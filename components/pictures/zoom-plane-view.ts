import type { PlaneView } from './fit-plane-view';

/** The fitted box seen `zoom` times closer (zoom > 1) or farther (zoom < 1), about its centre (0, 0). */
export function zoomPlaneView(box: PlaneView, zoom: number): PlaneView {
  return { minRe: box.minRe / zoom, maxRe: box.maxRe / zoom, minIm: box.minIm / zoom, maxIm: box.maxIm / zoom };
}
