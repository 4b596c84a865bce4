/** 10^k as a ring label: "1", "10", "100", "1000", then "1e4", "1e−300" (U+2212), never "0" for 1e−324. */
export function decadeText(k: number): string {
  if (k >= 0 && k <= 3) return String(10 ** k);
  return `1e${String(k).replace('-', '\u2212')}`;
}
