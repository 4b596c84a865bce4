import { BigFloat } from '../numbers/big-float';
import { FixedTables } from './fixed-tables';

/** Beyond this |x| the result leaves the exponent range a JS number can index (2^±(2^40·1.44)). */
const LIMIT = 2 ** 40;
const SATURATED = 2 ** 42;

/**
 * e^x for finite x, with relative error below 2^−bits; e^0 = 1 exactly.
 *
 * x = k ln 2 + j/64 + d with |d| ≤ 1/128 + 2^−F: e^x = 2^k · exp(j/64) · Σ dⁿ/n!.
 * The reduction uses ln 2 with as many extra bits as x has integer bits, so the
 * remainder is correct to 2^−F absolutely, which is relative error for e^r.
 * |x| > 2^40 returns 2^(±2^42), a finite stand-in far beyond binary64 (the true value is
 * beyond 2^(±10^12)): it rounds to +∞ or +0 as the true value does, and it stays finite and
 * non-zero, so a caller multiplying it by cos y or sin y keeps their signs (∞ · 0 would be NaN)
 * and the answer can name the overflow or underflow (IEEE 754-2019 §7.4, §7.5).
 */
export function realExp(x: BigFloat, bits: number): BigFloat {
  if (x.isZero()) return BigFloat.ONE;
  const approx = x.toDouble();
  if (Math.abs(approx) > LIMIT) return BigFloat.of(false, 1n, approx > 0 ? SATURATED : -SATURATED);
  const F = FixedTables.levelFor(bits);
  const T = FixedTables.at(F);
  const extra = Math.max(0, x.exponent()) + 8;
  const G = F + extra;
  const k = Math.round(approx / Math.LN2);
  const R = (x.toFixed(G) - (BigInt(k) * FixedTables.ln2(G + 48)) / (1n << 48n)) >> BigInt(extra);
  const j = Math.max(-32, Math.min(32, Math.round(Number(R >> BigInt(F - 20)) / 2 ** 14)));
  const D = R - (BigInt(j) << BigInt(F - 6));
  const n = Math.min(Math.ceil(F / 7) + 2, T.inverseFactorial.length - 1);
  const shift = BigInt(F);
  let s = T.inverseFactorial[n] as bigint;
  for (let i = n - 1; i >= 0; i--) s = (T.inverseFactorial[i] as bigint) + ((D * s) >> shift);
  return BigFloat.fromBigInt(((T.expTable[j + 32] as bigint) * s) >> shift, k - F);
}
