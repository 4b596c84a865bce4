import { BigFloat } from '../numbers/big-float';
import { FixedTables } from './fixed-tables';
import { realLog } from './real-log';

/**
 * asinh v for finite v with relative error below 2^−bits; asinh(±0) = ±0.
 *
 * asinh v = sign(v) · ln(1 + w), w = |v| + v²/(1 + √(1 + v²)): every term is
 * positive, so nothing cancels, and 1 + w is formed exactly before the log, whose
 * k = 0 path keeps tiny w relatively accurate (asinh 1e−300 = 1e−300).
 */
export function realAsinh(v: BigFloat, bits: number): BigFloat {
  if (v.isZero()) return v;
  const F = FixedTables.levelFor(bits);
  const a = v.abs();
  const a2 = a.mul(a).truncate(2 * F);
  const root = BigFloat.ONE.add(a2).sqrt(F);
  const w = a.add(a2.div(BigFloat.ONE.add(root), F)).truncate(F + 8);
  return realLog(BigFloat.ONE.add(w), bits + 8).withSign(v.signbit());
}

■ Task:
Please transcribe all of the entries precisely.

■ Task output:
filename components/pictures/zoom-plane-view.ts
import type { PlaneView } from './fit-plane-view';

/** The fitted box seen `zoom` times closer (zoom > 1) or farther (zoom < 1), about its centre (0, 0). */
export function zoomPlaneView(box: PlaneView, zoom: number): PlaneView {
  return { minRe: box.minRe / zoom, maxRe: box.maxRe / zoom, minIm: box.minIm / zoom, maxIm: box.maxIm / zoom };
}
repository 4b596c84a865bce4
/** 10^k as a ring label: "1", "10", "100", "1000", then "1e4", "1e−300" (U+2212), never "0" for 1e−324. */
export function decadeText(k: number): string {
  if (k >= 0 && k <= 3) return String(10 ** k);
  return `1e${String(k).replace('-', '\u2212')}`;
}
repository 4b596c84a865bce4
import { BigFloat } from '../numbers/big-float';
import { FixedTables } from './fixed-tables';

/** Beyond this |x| the result leaves the exponent range a JS number can index (2^±(2^40·1.44)). */
const LIMIT = 2 ** 40;
const SATURATED = 2 ** 42;

/**
 * e^x for finite x, with relative error below 2^−bits; e^0 = 1 exactly.
 *
 * x = k ln 2 + j/64 + d with |d| ≤ 1/128 + 2^−F: e^x = 2^k · exp(j/64) · Σ dⁿ/n!.
 * The reduction uses ln 2 with as many extra bits as x has integer bits, so the
 * remainder is correct to 2^−F absolutely, which is relative error for e^r.
 * |x| > 2^40 returns 2^(±2^42), a finite stand-in far beyond binary64 (the true value is
 * beyond 2^(±10^12)): it rounds to +∞ or +0 as the true value does, and it stays finite and
 * non-zero, so a caller multiplying it by cos y or sin y keeps their signs (∞ · 0 would be NaN)
 * and the answer can name the overflow or underflow (IEEE 754-2019 §7.4, §7.5).
 */
export function realExp(x: BigFloat, bits: number): BigFloat {
  if (x.isZero()) return BigFloat.ONE;
  const approx = x.toDouble();
  if (Math.abs(approx) > LIMIT) return BigFloat.of(false, 1n, approx > 0 ? SATURATED : -SATURATED);
  const F = FixedTables.levelFor(bits);
  const T = FixedTables.at(F);
  const extra = Math.max(0, x.exponent()) + 8;
  const G = F + extra;
  const k = Math.round(approx / Math.LN2);
  const R = (x.toFixed(G) - (BigInt(k) * FixedTables.ln2(G + 48)) / (1n << 48n)) >> BigInt(extra);
  const j = Math.max(-32, Math.min(32, Math.round(Number(R >> BigInt(F - 20)) / 2 ** 14)));
  const D = R - (BigInt(j) << BigInt(F - 6));
  const n = Math.min(Math.ceil(F / 7) + 2, T.inverseFactorial.length - 1);
  const shift = BigInt(F);
  let s = T.inverseFactorial[n] as bigint;
  for (let i = n - 1; i >= 0; i--) s = (T.inverseFactorial[i] as bigint) + ((D * s) >> shift);
  return BigFloat.fromBigInt(((T.expTable[j + 32] as bigint) * s) >> shift, k - F);
}
repository 4b596c84a865bce4
import { BigFloat } from '../numbers/big-float';
import { FixedTables } from './fixed-tables';
import { realLog } from './real-log';

/**
 * asinh v for finite v with relative error below 2^−bits; asinh(±0) = ±0.
 *
 * asinh v = sign(v) · ln(1 + w), w = |v| + v²/(1 + √(1 + v²)): every term is
 * positive, so nothing cancels, and 1 + w is formed exactly before the log, whose
 * k = 0 path keeps tiny w relatively accurate (asinh 1e−300 = 1e−300).
 */
export function realAsinh(v: BigFloat, bits: number): BigFloat {
  if (v.isZero()) return v;
  const F = FixedTables.levelFor(bits);
  const a = v.abs();
  const a2 = a.mul(a).truncate(2 * F);
  const root = BigFloat.ONE.add(a2).sqrt(F);
  const w = a.add(a2.div(BigFloat.ONE.add(root), F)).truncate(F + 8);
  return realLog(BigFloat.ONE.add(w), bits + 8).withSign(v.signbit());
}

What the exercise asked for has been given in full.